Dans les années 80 et 90, Bertrand Cantat était le charisme personnifié. Comment ne pas tomber sous le charme de cet écorché vif qui trouvait si bien les mots et dégageait une telle énergie? En plus d’être un artiste complet, il avait toujours mis son talent au service de ses opinions engagées, que son public ne pouvait que soutenir. Des sans-papiers à la lutte contre le Front National en passant par une critique acide du capitalisme à la Messier, Bertrand Cantat faisait partie des rares artistes réellement engagés, vibrants, enthousiasmants. Le choc de la mort de sa compagne sous ses coups n’en a été que plus rude. Il était la dernière personne que l’on imaginait violente en privé, malgré la rage de ses textes ou la transe de ses concerts. Il n’y avait pas de crime passionnel qui tienne: Bertrand Cantat ne POUVAIT PAS être cette brute épaisse, tabassant sa compagne comme un vulgaire ivrogne foutrait des raclées à sa femme. Comme quoi, les stéréotypes ne sont pas toujours où on les attend. Nous avons sans doute été un certain nombre à ne pas encaisser le fait divers, à ne pas accepter cette réalité. A être féministes et à lui trouver des circonstances atténuantes. A continuer d’écouter Noir Désir en rappelant à quel point son leader était talentueux. A vouloir à tout prix dissocier l’homme et l’artiste. Mais s’agissant de Bertrand Cantat, c’était quasiment impossible: ses tripes étaient partout où il allait. Pour le meilleur et pour le pire. Et quand le pire est arrivé, cela a été compliqué.
Quand on tue sa compagne de ses mains, on devient, qu’on le veuille ou non, le symbole de la violence contre les femmes.
Ce qui me frappe dans le choix de couv des Inrocks ou dans l’édito de Rue 89, c’est à quel point le déni est encore puissant dix ans après.

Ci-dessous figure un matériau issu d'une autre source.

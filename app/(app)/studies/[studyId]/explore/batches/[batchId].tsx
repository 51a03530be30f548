import { PlaybackScreen } from '../../../../../../features/explore/PlaybackScreen';

export default PlaybackScreen;
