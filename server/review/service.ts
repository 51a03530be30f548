/**
 * The review board on the server: cards (statistic x period of a finished batch), verdicts with
 * optimistic concurrency and a full history, comment threads, review requests and the inbox, and
 * report sign-offs. Writes go through the synchronous better-sqlite3 handle inside one transaction
 * each (server/db/sync.ts explains why), so a verdict and its history row commit together or not at all.
 */
import type { DataSource } from 'typeorm';
import type { AuxStatisticId } from '../../shared/auxStatistics';
import {
  countVerdicts,
  type BoardCard,
  type BoardResponse,
  type CommentDto,
  type InboxItem,
  type ParsedVerdictBody,
  type PersonRef,
  type ReviewRequestDto,
  type SignoffDto,
  type Verdict,
  type VerdictChange,
  type VerdictCounts,
  type VerdictDto,
} from '../../shared/review';
import { getBatch, type LoadedBatch } from '../batches/service';
import { inSyncTransaction, parseSqlDate, sqlNow, syncDb, type SyncDb } from '../db/sync';
import { ApiError } from '../errors';
import type { VerdictHistoryRow } from './entities';
import { recordEvent, wakeAfterCommit, type ReportSignedPayload, type ReviewRequestedPayload } from '../notify/notifier';

const iso = (value: string | null | undefined): string | null => parseSqlDate(value ?? null)?.toISOString() ?? null;
const person = (id: number | null, name: string | null | undefined): PersonRef | null =>
  id === null && !name ? null : { id, name: name ?? 'A former member' };

// ---------------------------------------------------------------- batches and cards

export function loadReviewBatch(dataSource: DataSource, studyId: number, batchId: number): LoadedBatch {
  const batch = getBatch(dataSource, studyId, batchId);
  if (!batch) throw new ApiError(404, 'not_found', 'Batch not found.');
  return batch;
}

export function requireDone(batch: LoadedBatch): void {
  if (batch.summary.state !== 'done') {
    throw new ApiError(
      409,
      'batch_not_ready',
      `This batch is ${batch.summary.state === 'running' ? 'still running' : batch.summary.state}; statistics are reviewed once it is done.`,
    );
  }
}

export interface CardRef {
  statistic: AuxStatisticId;
  label: string;
  period: number;
}

/** Every card of a batch: each statistic in the batch's order, period by period. */
export function cardsOf(batch: LoadedBatch): CardRef[] {
  const cards: CardRef[] = [];
  for (const period of batch.summary.periods) {
    for (const l of batch.layout) cards.push({ statistic: l.statistic, label: l.label, period });
  }
  return cards;
}

export function checkCard(batch: LoadedBatch, statistic: string, period: number): CardRef {
  const card = cardsOf(batch).find((c) => c.statistic === statistic && c.period === period);
  if (!card) {
    throw new ApiError(
      404,
      'not_found',
      `This batch has no statistic "${statistic}" in period ${period}; it has ${batch.layout.map((l) => l.statistic).join(', ')} in period${
        batch.summary.periods.length > 1 ? 's' : ''
      } ${batch.summary.periods.join(', ')}.`,
    );
  }
  return card;
}

const cardKey = (statistic: string, period: number) => `${statistic}@${period}`;

// ---------------------------------------------------------------- verdicts

interface VerdictDbRow {
  id: number;
  statistic: string;
  period: number;
  verdict: string;
  note: string;
  version: number;
  updatedById: number | null;
  updatedByName: string | null;
  updatedAt: string;
}

const VERDICT_SELECT = `SELECT v."id", v."statistic", v."period", v."verdict", v."note", v."version", v."updatedById", u."name" AS "updatedByName", v."updatedAt"
  FROM "verdicts" v LEFT JOIN "users" u ON u."id" = v."updatedById"`;

function verdictDto(row: VerdictDbRow): VerdictDto {
  return {
    statistic: row.statistic as AuxStatisticId,
    period: row.period,
    verdict: row.verdict as Verdict,
    note: row.note,
    version: row.version,
    updatedBy: person(row.updatedById, row.updatedByName),
    updatedAt: iso(row.updatedAt)!,
  };
}

export function verdictsOf(db: SyncDb, batchId: number): Map<string, VerdictDto> {
  const rows = db.prepare(`${VERDICT_SELECT} WHERE v."batchId" = ?`).all(batchId) as VerdictDbRow[];
  return new Map(rows.map((r) => [cardKey(r.statistic, r.period), verdictDto(r)]));
}

function verdictRow(db: SyncDb, batchId: number, statistic: string, period: number): VerdictDbRow | undefined {
  return db.prepare(`${VERDICT_SELECT} WHERE v."batchId" = ? AND v."statistic" = ? AND v."period" = ?`).get(batchId, statistic, period) as
    | VerdictDbRow
    | undefined;
}

export function verdictCounts(db: SyncDb, batch: LoadedBatch): VerdictCounts {
  const verdicts = verdictsOf(db, batch.row.id);
  return countVerdicts(cardsOf(batch).map((c) => verdicts.get(cardKey(c.statistic, c.period))?.verdict ?? null));
}

/**
 * Records a verdict. `body.version` must be the stored version (0 when the card has none yet);
 * otherwise nothing is stored and a 409 verdict_conflict carries the current verdict. Returns the
 * stored verdict and whether it was the card's first.
 */
export async function saveVerdict(
  dataSource: DataSource,
  batch: LoadedBatch,
  user: { id: number; name: string },
  body: ParsedVerdictBody,
): Promise<{ verdict: VerdictDto; created: boolean }> {
  requireDone(batch);
  checkCard(batch, body.statistic, body.period);
  const db = syncDb(dataSource);
  const batchId = batch.row.id;
  return inSyncTransaction(db, (tx) => {
    const current = verdictRow(tx, batchId, body.statistic, body.period);
    const currentVersion = current?.version ?? 0;
    if (body.version !== currentVersion) {
      const who = current?.updatedByName ? ` by ${current.updatedByName}` : '';
      throw new ApiError(
        409,
        'verdict_conflict',
        current
          ? `Someone changed this verdict while you were editing: it is now "${current.verdict}" (version ${current.version}${who}). Nothing was saved; look at it and save again if you still disagree.`
          : `This card has no verdict yet (you sent version ${body.version}); reload and try again.`,
        { current: current ? verdictDto(current) : null, sentVersion: body.version },
      );
    }
    const now = sqlNow();
    let verdictId: number;
    if (current) {
      if (current.verdict === body.verdict && current.note === body.note) {
        return { verdict: verdictDto(current), created: false };
      }
      const result = tx
        .prepare(`UPDATE "verdicts" SET "verdict" = ?, "note" = ?, "version" = "version" + 1, "updatedById" = ?, "updatedAt" = ? WHERE "id" = ? AND "version" = ?`)
        .run(body.verdict, body.note, user.id, now, current.id, currentVersion);
      if (result.changes !== 1) throw new Error('review: a verdict changed inside its own transaction');
      verdictId = current.id;
    } else {
      const result = tx
        .prepare(
          `INSERT INTO "verdicts" ("studyId", "batchId", "statistic", "period", "verdict", "note", "version", "updatedById", "createdAt", "updatedAt") VALUES (?, ?, ?, ?, ?, ?, 1, ?, ?, ?)`,
        )
        .run(batch.row.studyId, batchId, body.statistic, body.period, body.verdict, body.note, user.id, now, now);
      verdictId = Number(result.lastInsertRowid);
    }
    tx.prepare(
      `INSERT INTO "verdict_history" ("verdictId", "batchId", "statistic", "period", "version", "userId", "userName", "previousVerdict", "verdict", "previousNote", "note", "createdAt")
       VALUES (?, ?, ?, ?, ?, ?, ?, ?, ?, ?, ?, ?)`,
    ).run(verdictId, batchId, body.statistic, body.period, currentVersion + 1, user.id, user.name, current?.verdict ?? null, body.verdict, current?.note ?? null, body.note, now);
    return { verdict: verdictDto(verdictRow(tx, batchId, body.statistic, body.period)!), created: !current };
  });
}
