import networkx as nx
import numpy as np
import pytest
from geographiclib.geodesic import Geodesic
from hypothesis import HealthCheck, given, settings
from hypothesis import strategies as st
from scipy.sparse import csr_matrix
from scipy.sparse.csgraph import dijkstra

from dueroute.planner.errors import InvalidRequest, NodeNotFound
from dueroute.planner.graph import EARTH_RADIUS_M, RoadGraph, build_graph, great_circle_m
from dueroute.planner.turns import (
    TurnCosts,
    build_search_graph,
    check_restrictions,
    synthetic_restrictions,
)

#: geographiclib on the sphere osmnx and dueroute measure on (flattening 0).
SPHERE = Geodesic(EARTH_RADIUS_M, 0.0)

Road = tuple[int, int, bool, list[tuple[float, float]]]  # tail, head, two_way, interior


# ---------------------------------------------------------------------------------------------
# building road graphs by hand


def make_graph(
    nodes: Sequence[tuple[float, float]],
    roads: Sequence[Road],
    restrictions: Sequence[tuple[str, Sequence[int]]] = (),
    *,
    length_m: Sequence[float] | None = None,
    speed_kph: float | Sequence[float] = 36.0,
) -> RoadGraph:
    """Road graph with edges in (tail, head) order, so input edge i is compiled edge i.

    ``roads`` become one edge (one-way) or two (two-way: the reverse has the interior points
    reversed); ``restrictions`` name these edges in that sorted order (``edge_ids`` gives it).
    Lengths are great-circle lengths along the geometry unless ``length_m`` (per road) is given.
    """
    edges = []
    for r, (t, h, two_way, pts) in enumerate(roads):
        edges.append((t, h, list(pts), r))
        if two_way:
            edges.append((h, t, list(pts)[::-1], r))
    order = sorted(range(len(edges)), key=lambda i: (edges[i][0], edges[i][1]))
    edges = [edges[i] for i in order]
    lat = np.array([p[0] for p in nodes])
    lon = np.array([p[1] for p in nodes])
    glat: list[float] = []
    glon: list[float] = []
    gptr = [0]
    lengths = []
    for t, h, pts, r in edges:
        glat += [p[0] for p in pts]
        glon += [p[1] for p in pts]
        gptr.append(len(glat))
        ys = np.array([lat[t], *[p[0] for p in pts], lat[h]])
        xs = np.array([lon[t], *[p[1] for p in pts], lon[h]])
        geo = float(np.sum(great_circle_m(ys[:-1], xs[:-1], ys[1:], xs[1:])))
        lengths.append(geo if length_m is None else float(length_m[r]))
    m = len(edges)
    speeds = (
        np.full(m, float(speed_kph))
        if isinstance(speed_kph, (int, float))
        else np.array([speed_kph[e[3]] for e in edges])
    )
    ptr = [0]
    seq: list[int] = []
    kinds = []
    for kind, s in restrictions:
        seq += list(s)
        ptr.append(len(seq))
        kinds.append(0 if kind == "no" else 1)
    g = build_graph(
        lat=lat,
        lon=lon,
        osm_id=np.arange(len(nodes), dtype=np.int64),
        tail=np.array([e[0] for e in edges]),
        head=np.array([e[1] for e in edges]),
        length_m=np.array(lengths),
        speed_kph=speeds,
        road_class=np.zeros(m, dtype=np.int8),
        speed_source=np.ones(m, dtype=np.int8),
        geom_indptr=np.array(gptr, dtype=np.int64),
        geom_lat=np.array(glat),
        geom_lon=np.array(glon),
        turn_indptr=np.array(ptr, dtype=np.int64),
        turn_edges=np.array(seq, dtype=np.int64),
        turn_kind=np.array(kinds, dtype=np.int8),
        spatial_order=False,
    )
    assert np.array_equal(g.tail, [e[0] for e in edges])  # input order kept
    return g


def edge_id(g: RoadGraph, t: int, h: int) -> int:
    """The (single) edge t -> h."""
    (found,) = [e for e in range(g.n_edges) if g.tail[e] == t and g.head[e] == h]
    return int(found)


def path_edges(g: RoadGraph, *nodes: int) -> list[int]:
    return [edge_id(g, a, b) for a, b in zip(nodes[:-1], nodes[1:], strict=True)]
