@dataclass
class PlanResult:
    """Answer of one search (see :data:`STATUSES` for ``status``).

    ``route`` holds node indices (int64[k + 1]) and ``route_edges`` edge indices (int64[k], so
    parallel edges are unambiguous); both are ``None`` when no route was found.
    ``cost_s`` / ``gap`` are ``None`` when no route was found; ``lower_bound_s`` is ``None`` only
    for ``no_route`` (a search stopped before its first route still proves a bound).
    """

    status: str
    origin: int
    destination: int
    route: np.ndarray | None
    route_edges: np.ndarray | None
    cost_s: float | None
    lower_bound_s: float | None
    gap: float | None
    improvements: list[Improvement]
    weights: list[WeightStep]
    expansions: int
    elapsed_ms: float
    controller: str
    steps: int
    mode: str = "weighted"
    deadline_ms: float | None = None
    budget_expansions: int | None = None
    h_start_s: float = 0.0
    nodes_touched: int = 0
    extra: dict[str, Any] = field(default_factory=dict)

    def to_dict(self) -> dict[str, Any]:
        """JSON-ready dict (numpy arrays become lists; non-finite numbers become None)."""
        out: dict[str, Any] = {
            "status": self.status,
            "origin": self.origin,
            "destination": self.destination,
            "cost_s": _json_num(self.cost_s),
            "lower_bound_s": _json_num(self.lower_bound_s),
            "gap": _json_num(self.gap),
            "route": None if self.route is None else [int(x) for x in self.route],
            "route_edges": None if self.route_edges is None else [int(x) for x in self.route_edges],
            "expansions": self.expansions,
            "elapsed_ms": self.elapsed_ms,
            "controller": self.controller,
            "mode": self.mode,
            "steps": self.steps,
            "deadline_ms": self.deadline_ms,
            "budget_expansions": self.budget_expansions,
            "h_start_s": _json_num(self.h_start_s),
            "nodes_touched": self.nodes_touched,
            "improvements": [
                {k: _json_num(v) for k, v in asdict(i).items()} for i in self.improvements
            ],
            "weights": [asdict(w) for w in self.weights],
        }
        out.update(self.extra)
        return out
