def test_cli_refuses_remote_target_with_one_line(tmp_path: Path, capsys: Any) -> None:
    q = tmp_path / "q.csv"
    q.write_text("origin,destination\n0,1\n")
    code = main(
        [
            "loadtest",
            "--url",
            "http://203.0.113.5:8000",
            "--queries",
            str(q),
            "--out",
            str(tmp_path / "o"),
        ]
    )
    err = capsys.readouterr().err.strip().splitlines()
    assert code == 2
    assert len(err) == 1 and err[0].startswith("dueroute: error: refusing to load 203.0.113.5")
    assert not (tmp_path / "o").exists()


def test_bad_grid_values_are_refused() -> None:
    with pytest.raises(InvalidRequest, match="concurrency"):
        _config(concurrency=(0,))
    with pytest.raises(InvalidRequest, match="deadline_ms"):
        _config(deadlines_ms=(70_000,))
    with pytest.raises(InvalidRequest, match="duration"):
        _config(duration_s=float("inf"))


def test_cli_lists_are_comma_separated_and_checked(capsys: pytest.CaptureFixture[str]) -> None:
    """One list syntax: ``--concurrency 1,2``; a bad item exits 2 naming the option; the old
    spellings (``--deadlines``, ``--controller``, ``--random``) still parse, with a warning."""
    from dueroute.service.cli.main import build_parser

    parser = build_parser()
    args = parser.parse_args(
        ["loadtest", "--concurrency", "1,2", "--deadlines-ms", "5,10", "--out", "x"]
    )
    assert (args.concurrency, args.deadlines_ms, args.out) == ([1, 2], [5, 10], "x")
    with pytest.raises(SystemExit) as exc:
        parser.parse_args(["loadtest", "--concurrency", "1,two", "--out", "x"])
    assert (
        exc.value.code == 2
        and "--concurrency: 'two' is not a valid value" in capsys.readouterr().err
    )
    old = parser.parse_args(
        [
            "loadtest",
            "--deadlines",
            "5,20",
            "--controller",
            "ana,fixed:2",
            "--random",
            "7",
            "--out",
            "x",
        ]
    )
    assert (old.deadlines_ms, old.controllers, old.count) == ([5, 20], ["ana", "fixed:2"], 7)
    err = capsys.readouterr().err
    assert "--deadlines is deprecated; use --deadlines-ms" in err
    assert "--controller is deprecated; use --controllers" in err
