_NAME_HEADS = (
    "Ash", "Bram", "Cal", "Dun", "Elder", "Fen", "Gor", "Hal", "Ivy", "Kel", "Lark", "Mar",
    "Nor", "Oak", "Pel", "Quen", "Ros", "Sal", "Tam", "Ul", "Ver", "Wil", "Yar", "Brack",
    "Cor", "Dray", "Fal", "Hark", "Lin", "Mor", "Pen", "Sten", "Thorn", "Wex", "Brin", "Cass",
)  # fmt: skip
_NAME_TAILS = (
    "ford", "well", "by", "ton", "mere", "wick", "den", "field", "ley", "hurst", "stow",
    "gate", "croft", "holt", "side", "brook", "combe", "moor", "dale", "wood", "fold",
)  # fmt: skip
_STREET_KINDS = ("Street", "Road", "Lane", "Way", "Row", "Terrace", "Avenue", "Walk", "Place")
_CLOSE_KINDS = ("Close", "Court", "Mews", "End", "Gardens")
_LANE_KINDS = ("Lane", "Lane", "Road", "Drove", "Hollow")

# Road classes from least to most important (used when arterial routes overlap).
_RANK = {"unclassified": 0, "tertiary": 1, "secondary": 2, "primary": 3}

# Cell kinds.
_SEA, _RURAL, _VILLAGE, _TOWN = 0, 1, 2, 3


@dataclass
class Way:
    """One OSM way: node indices (into the region's node arrays) and its tags."""

    nodes: list[int]
    tags: dict[str, str]
    #: may cross the river (a bridge is made there); other ways are cut at the river
    can_bridge: bool = False


@dataclass
class Place:
    name: str
    kind: str  # OSM place=* value: "town" or "village"
    x_km: float
    y_km: float
    radius_km: float


@dataclass
class RegionMap:
    """A generated region, ready to be written as OSM XML or compiled directly.

    Attributes
    ----------
    x_km, y_km : float64[n]
        Node positions in the local plane (km east / north of the origin).
    lat, lon : float64[n]
        The same positions in WGS84 degrees (what the XML holds, rounded to 1e-7 degree).
    ways : list of Way
        Roads only; the river and coastline are written as extra ways by :func:`write_osm`.
    river_km : float64[k, 2]
        River centre line (x, y) in km, source to mouth.
    sea_km : list of float64[j, 2]
        Outlines of the sea (polygons, x, y in km).
    """

    name: str
    size: str
    seed: int
    scale: float
    origin_lat: float
    origin_lon: float
    x_km: np.ndarray
    y_km: np.ndarray
    ways: list[Way]
    places: list[Place]
    river_name: str
    river_km: np.ndarray
    sea_km: list[np.ndarray]
    width_km: float
    height_km: float
    stats: dict[str, Any] = field(default_factory=dict)

    @property
    def n_nodes(self) -> int:
        return int(self.x_km.shape[0])

    @property
    def lat(self) -> np.ndarray:
        return np.round(self.origin_lat + self.y_km / KM_PER_DEG, 7)

    @property
    def lon(self) -> np.ndarray:
        return np.round(self.origin_lon + self.x_km / self._km_per_deg_lon, 7)

    @property
    def _km_per_deg_lon(self) -> float:
        return KM_PER_DEG * math.cos(math.radians(self.origin_lat))

    def to_latlon(self, xy_km: np.ndarray) -> tuple[np.ndarray, np.ndarray]:
        """(lat, lon) degrees of local points ``xy_km : float[k, 2]``."""
        xy = np.asarray(xy_km, dtype=np.float64)
        return (
            np.round(self.origin_lat + xy[:, 1] / KM_PER_DEG, 7),
            np.round(self.origin_lon + xy[:, 0] / self._km_per_deg_lon, 7),
        )

    def place(self, name: str) -> Place:
        for p in self.places:
            if p.name == name:
                return p
        raise InvalidRequest(f"no place named {name!r}; places: {[p.name for p in self.places]}")


# --------------------------------------------------------------------------------------------
# Scenario


def load_scenario(path: str | Path | None = None) -> dict[str, Any]:
    """Read the scenario TOML (default: ``demo_data/region.toml``)."""
    p = Path(path) if path is not None else SCENARIO_PATH
    with open(p, "rb") as fh:
        return tomllib.load(fh)


def check_size(size: str, scenario: dict[str, Any] | None = None) -> str:
    sizes = (scenario or load_scenario())["sizes"]
    if size not in sizes:
        raise InvalidRequest(f"unknown demo size {size!r}; allowed: {', '.join(sizes)}")
    return size


def default_seed(scenario: dict[str, Any] | None = None) -> int:
    return int((scenario or load_scenario())["region"]["seed"])


# --------------------------------------------------------------------------------------------
# Small helpers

On sent encore tellement le manque d’objectivité de fans qui n’ont pas fait leur deuil. Car Les Inrocks et Noir Désir, c’est une longue (et compréhensible) histoire d’amour. Sauf que Noir Désir c’est du passé. Bien sûr que Cantat a purgé sa peine, bien sûr qu’il est compliqué de lui interdire de continuer à écrire et chanter –c’est son métier après tout, et en France, on encourage plutôt la réinsertion des ex-détenus. Mais ce n’est pas une raison pour balayer tout le reste d’un revers de main. Bien sûr qu’il reconnaît avoir “commis l’irréparable”. C’est vrai, et on se doute qu’après avoir battu à mort sa petite amie, la vie ne doit pas être une partie de plaisir. Bien sûr qu’il restera à jamais rongé par la culpabilité: qui ne le serait pas? Il ne faut pas l’accabler, mais il ne faut pas le dédouaner non plus. Non, les soupçons qui pèsent sur Cantat dans le suicide de Kristina Rady ne sont pas jetés sur lui d’une “manière douteuse”. Le message téléphonique qu’elle a laissé quelques semaines avant sa mort sème en effet le doute, mais pas dans le bon sens. Peut-être que sa mort n’aura été qu’un malheureux hasard, peut-être qu’elle ne sera jamais élucidée, mais le doute est suffisamment permis pour rouvrir une enquête. Cela n’a rien à voir avec un acharnement des médias, il s’agit là de Justice. Par ailleurs, quand on tue sa compagne de ses mains, on devient, qu’on le veuille ou non, le symbole de la violence contre les femmes. Il n’y a rien d’abject là-dedans.
Cantat est certainement la cible d’un système médiatique et des paparazzis, mais il sait aussi en bénéficier de ce système, puisqu’il est en couverture d’un magazine qui lui consacre cinq pages d’interview. Probablement à la hauteur de son talent d’artiste, car à n’en pas douter son prochain album sera brillant, comme tous les autres. Mais la responsabilité des journalistes est justement de faire tant que possible la part des choses et de ne pas se laisser dépasser par leur affect. Et la victime dans l’histoire ne sera jamais Cantat.